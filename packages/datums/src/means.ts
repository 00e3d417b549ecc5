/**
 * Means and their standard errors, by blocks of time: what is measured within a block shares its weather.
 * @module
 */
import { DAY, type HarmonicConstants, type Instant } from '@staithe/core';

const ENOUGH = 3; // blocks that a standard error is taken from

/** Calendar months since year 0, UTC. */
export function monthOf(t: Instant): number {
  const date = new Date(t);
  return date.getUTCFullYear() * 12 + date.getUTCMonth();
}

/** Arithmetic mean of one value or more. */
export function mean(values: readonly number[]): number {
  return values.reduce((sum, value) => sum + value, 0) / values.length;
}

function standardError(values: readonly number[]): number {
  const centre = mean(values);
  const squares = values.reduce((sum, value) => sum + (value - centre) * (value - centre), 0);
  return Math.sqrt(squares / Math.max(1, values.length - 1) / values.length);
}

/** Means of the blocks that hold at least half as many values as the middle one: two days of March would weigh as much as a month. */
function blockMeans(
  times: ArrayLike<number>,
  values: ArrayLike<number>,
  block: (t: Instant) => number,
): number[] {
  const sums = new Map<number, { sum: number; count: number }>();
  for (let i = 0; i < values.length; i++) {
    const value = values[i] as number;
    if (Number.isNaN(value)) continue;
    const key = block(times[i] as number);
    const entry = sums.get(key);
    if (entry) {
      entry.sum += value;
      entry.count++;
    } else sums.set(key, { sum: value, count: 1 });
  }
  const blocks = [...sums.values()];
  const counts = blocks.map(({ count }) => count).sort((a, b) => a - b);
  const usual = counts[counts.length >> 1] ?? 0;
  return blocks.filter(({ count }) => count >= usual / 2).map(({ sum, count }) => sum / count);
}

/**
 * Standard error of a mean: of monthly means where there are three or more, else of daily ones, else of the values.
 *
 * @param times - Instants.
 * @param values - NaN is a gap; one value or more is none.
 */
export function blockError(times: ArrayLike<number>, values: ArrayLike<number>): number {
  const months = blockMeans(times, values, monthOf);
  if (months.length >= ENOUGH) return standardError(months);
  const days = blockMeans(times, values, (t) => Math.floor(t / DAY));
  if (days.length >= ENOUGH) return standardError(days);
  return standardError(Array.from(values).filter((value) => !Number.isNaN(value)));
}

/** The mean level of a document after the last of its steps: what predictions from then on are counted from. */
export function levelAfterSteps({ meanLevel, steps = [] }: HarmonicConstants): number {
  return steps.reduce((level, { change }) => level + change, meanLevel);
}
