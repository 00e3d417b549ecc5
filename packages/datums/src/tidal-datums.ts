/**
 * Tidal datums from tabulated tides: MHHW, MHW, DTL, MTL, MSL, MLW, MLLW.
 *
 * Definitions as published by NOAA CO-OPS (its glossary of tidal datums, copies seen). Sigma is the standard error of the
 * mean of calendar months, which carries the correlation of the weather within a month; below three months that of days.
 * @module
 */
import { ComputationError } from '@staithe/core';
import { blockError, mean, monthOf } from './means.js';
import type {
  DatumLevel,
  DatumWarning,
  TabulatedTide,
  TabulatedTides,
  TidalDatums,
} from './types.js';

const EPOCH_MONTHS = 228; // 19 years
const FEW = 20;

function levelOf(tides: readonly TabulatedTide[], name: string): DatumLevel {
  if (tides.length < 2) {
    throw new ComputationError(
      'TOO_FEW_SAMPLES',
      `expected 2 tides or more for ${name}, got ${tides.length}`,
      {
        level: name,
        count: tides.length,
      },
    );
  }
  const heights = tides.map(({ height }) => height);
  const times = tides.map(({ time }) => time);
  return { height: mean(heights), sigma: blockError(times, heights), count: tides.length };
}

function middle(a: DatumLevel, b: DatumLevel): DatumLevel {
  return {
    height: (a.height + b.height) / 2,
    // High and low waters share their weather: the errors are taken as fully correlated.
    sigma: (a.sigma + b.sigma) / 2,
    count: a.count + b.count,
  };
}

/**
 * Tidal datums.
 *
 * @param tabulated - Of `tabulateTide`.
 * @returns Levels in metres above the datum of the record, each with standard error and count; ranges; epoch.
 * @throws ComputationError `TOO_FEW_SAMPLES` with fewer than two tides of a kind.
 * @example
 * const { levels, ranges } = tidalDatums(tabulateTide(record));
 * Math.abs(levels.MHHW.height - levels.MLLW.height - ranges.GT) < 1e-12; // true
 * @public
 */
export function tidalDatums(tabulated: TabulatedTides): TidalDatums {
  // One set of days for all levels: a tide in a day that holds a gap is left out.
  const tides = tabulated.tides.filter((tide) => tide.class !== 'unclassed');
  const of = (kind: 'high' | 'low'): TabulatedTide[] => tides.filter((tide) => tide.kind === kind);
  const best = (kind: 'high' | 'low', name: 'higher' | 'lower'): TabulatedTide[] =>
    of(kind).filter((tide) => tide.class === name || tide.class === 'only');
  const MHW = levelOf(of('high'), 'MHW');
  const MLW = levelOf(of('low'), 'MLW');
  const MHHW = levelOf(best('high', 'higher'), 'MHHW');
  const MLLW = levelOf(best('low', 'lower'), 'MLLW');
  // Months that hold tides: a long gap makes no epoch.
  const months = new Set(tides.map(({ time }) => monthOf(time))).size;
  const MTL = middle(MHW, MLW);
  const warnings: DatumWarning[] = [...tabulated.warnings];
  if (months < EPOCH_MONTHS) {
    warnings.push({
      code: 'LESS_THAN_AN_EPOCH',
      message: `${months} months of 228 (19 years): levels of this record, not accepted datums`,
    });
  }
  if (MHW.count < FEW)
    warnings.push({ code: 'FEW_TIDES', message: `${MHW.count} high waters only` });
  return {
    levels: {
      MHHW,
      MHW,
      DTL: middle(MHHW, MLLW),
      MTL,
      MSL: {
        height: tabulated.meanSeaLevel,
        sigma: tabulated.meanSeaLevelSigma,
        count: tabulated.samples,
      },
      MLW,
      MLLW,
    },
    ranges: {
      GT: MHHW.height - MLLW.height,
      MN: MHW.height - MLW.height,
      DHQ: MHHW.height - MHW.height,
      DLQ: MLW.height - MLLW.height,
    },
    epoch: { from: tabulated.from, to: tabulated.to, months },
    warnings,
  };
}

INSTRUCTIONS TO FOLLOW:
When you restate the listing, keep each line identical to the original.

RESPONSE AREA:
filename packages/datums/src/means.ts
repository 00e3d417b549ecc5
/**
 * Means and their standard errors, by blocks of time: what is measured within a block shares its weather.
 * @module
 */
import { DAY, type HarmonicConstants, type Instant } from '@staithe/core';

const ENOUGH = 3; // blocks that a standard error is taken from

/** Calendar months since year 0, UTC. */
export function monthOf(t: Instant): number {
  const date = new Date(t);
  return date.getUTCFullYear() * 12 + date.getUTCMonth();
}

/** Arithmetic mean of one value or more. */
export function mean(values: readonly number[]): number {
  return values.reduce((sum, value) => sum + value, 0) / values.length;
}

function standardError(values: readonly number[]): number {
  const centre = mean(values);
  const squares = values.reduce((sum, value) => sum + (value - centre) * (value - centre), 0);
  return Math.sqrt(squares / Math.max(1, values.length - 1) / values.length);
}

/** Means of the blocks that hold at least half as many values as the middle one: two days of March would weigh as much as a month. */
function blockMeans(
  times: ArrayLike<number>,
  values: ArrayLike<number>,
  block: (t: Instant) => number,
): number[] {
  const sums = new Map<number, { sum: number; count: number }>();
  for (let i = 0; i < values.length; i++) {
    const value = values[i] as number;
    if (Number.isNaN(value)) continue;
    const key = block(times[i] as number);
    const entry = sums.get(key);
    if (entry) {
      entry.sum += value;
      entry.count++;
    } else sums.set(key, { sum: value, count: 1 });
  }
  const blocks = [...sums.values()];
  const counts = blocks.map(({ count }) => count).sort((a, b) => a - b);
  const usual = counts[counts.length >> 1] ?? 0;
  return blocks.filter(({ count }) => count >= usual / 2).map(({ sum, count }) => sum / count);
}

/**
 * Standard error of a mean: of monthly means where there are three or more, else of daily ones, else of the values.
 *
 * @param times - Instants.
 * @param values - NaN is a gap; one value or more is none.
 */
export function blockError(times: ArrayLike<number>, values: ArrayLike<number>): number {
  const months = blockMeans(times, values, monthOf);
  if (months.length >= ENOUGH) return standardError(months);
  const days = blockMeans(times, values, (t) => Math.floor(t / DAY));
  if (days.length >= ENOUGH) return standardError(days);
  return standardError(Array.from(values).filter((value) => !Number.isNaN(value)));
}

/** The mean level of a document after the last of its steps: what predictions from then on are counted from. */
export function levelAfterSteps({ meanLevel, steps = [] }: HarmonicConstants): number {
  return steps.reduce((level, { change }) => level + change, meanLevel);
}
repository 00e3d417b549ecc5
filename packages/datums/src/tidal-datums.ts
/**
 * Tidal datums from tabulated tides: MHHW, MHW, DTL, MTL, MSL, MLW, MLLW.
 *
 * Definitions as published by NOAA CO-OPS (its glossary of tidal datums, copies seen). Sigma is the standard error of the
 * mean of calendar months, which carries the correlation of the weather within a month; below three months that of days.
 * @module
 */
import { ComputationError } from '@staithe/core';
import { blockError, mean, monthOf } from './means.js';
import type {
  DatumLevel,
  DatumWarning,
  TabulatedTide,
  TabulatedTides,
  TidalDatums,
} from './types.js';

const EPOCH_MONTHS = 228; // 19 years
const FEW = 20;

function levelOf(tides: readonly TabulatedTide[], name: string): DatumLevel {
  if (tides.length < 2) {
    throw new ComputationError(
      'TOO_FEW_SAMPLES',
      `expected 2 tides or more for ${name}, got ${tides.length}`,
      {
        level: name,
        count: tides.length,
      },
    );
  }
  const heights = tides.map(({ height }) => height);
  const times = tides.map(({ time }) => time);
  return { height: mean(heights), sigma: blockError(times, heights), count: tides.length };
}

function middle(a: DatumLevel, b: DatumLevel): DatumLevel {
  return {
    height: (a.height + b.height) / 2,
    // High and low waters share their weather: the errors are taken as fully correlated.
    sigma: (a.sigma + b.sigma) / 2,
    count: a.count + b.count,
  };
}

/**
 * Tidal datums.
 *
 * @param tabulated - Of `tabulateTide`.
 * @returns Levels in metres above the datum of the record, each with standard error and count; ranges; epoch.
 * @throws ComputationError `TOO_FEW_SAMPLES` with fewer than two tides of a kind.
 * @example
 * const { levels, ranges } = tidalDatums(tabulateTide(record));
 * Math.abs(levels.MHHW.height - levels.MLLW.height - ranges.GT) < 1e-12; // true
 * @public
 */
export function tidalDatums(tabulated: TabulatedTides): TidalDatums {
  // One set of days for all levels: a tide in a day that holds a gap is left out.
  const tides = tabulated.tides.filter((tide) => tide.class !== 'unclassed');
  const of = (kind: 'high' | 'low'): TabulatedTide[] => tides.filter((tide) => tide.kind === kind);
  const best = (kind: 'high' | 'low', name: 'higher' | 'lower'): TabulatedTide[] =>
    of(kind).filter((tide) => tide.class === name || tide.class === 'only');
  const MHW = levelOf(of('high'), 'MHW');
  const MLW = levelOf(of('low'), 'MLW');
  const MHHW = levelOf(best('high', 'higher'), 'MHHW');
  const MLLW = levelOf(best('low', 'lower'), 'MLLW');
  // Months that hold tides: a long gap makes no epoch.
  const months = new Set(tides.map(({ time }) => monthOf(time))).size;
  const MTL = middle(MHW, MLW);
  const warnings: DatumWarning[] = [...tabulated.warnings];
  if (months < EPOCH_MONTHS) {
    warnings.push({
      code: 'LESS_THAN_AN_EPOCH',
      message: `${months} months of 228 (19 years): levels of this record, not accepted datums`,
    });
  }
  if (MHW.count < FEW)
    warnings.push({ code: 'FEW_TIDES', message: `${MHW.count} high waters only` });
  return {
    levels: {
      MHHW,
      MHW,
      DTL: middle(MHHW, MLLW),
      MTL,
      MSL: {
        height: tabulated.meanSeaLevel,
        sigma: tabulated.meanSeaLevelSigma,
        count: tabulated.samples,
      },
      MLW,
      MLLW,
    },
    ranges: {
      GT: MHHW.height - MLLW.height,
      MN: MHW.height - MLW.height,
      DHQ: MHHW.height - MHW.height,
      DLQ: MLW.height - MLLW.height,
    },
    epoch: { from: tabulated.from, to: tabulated.to, months },
    warnings,
  };
}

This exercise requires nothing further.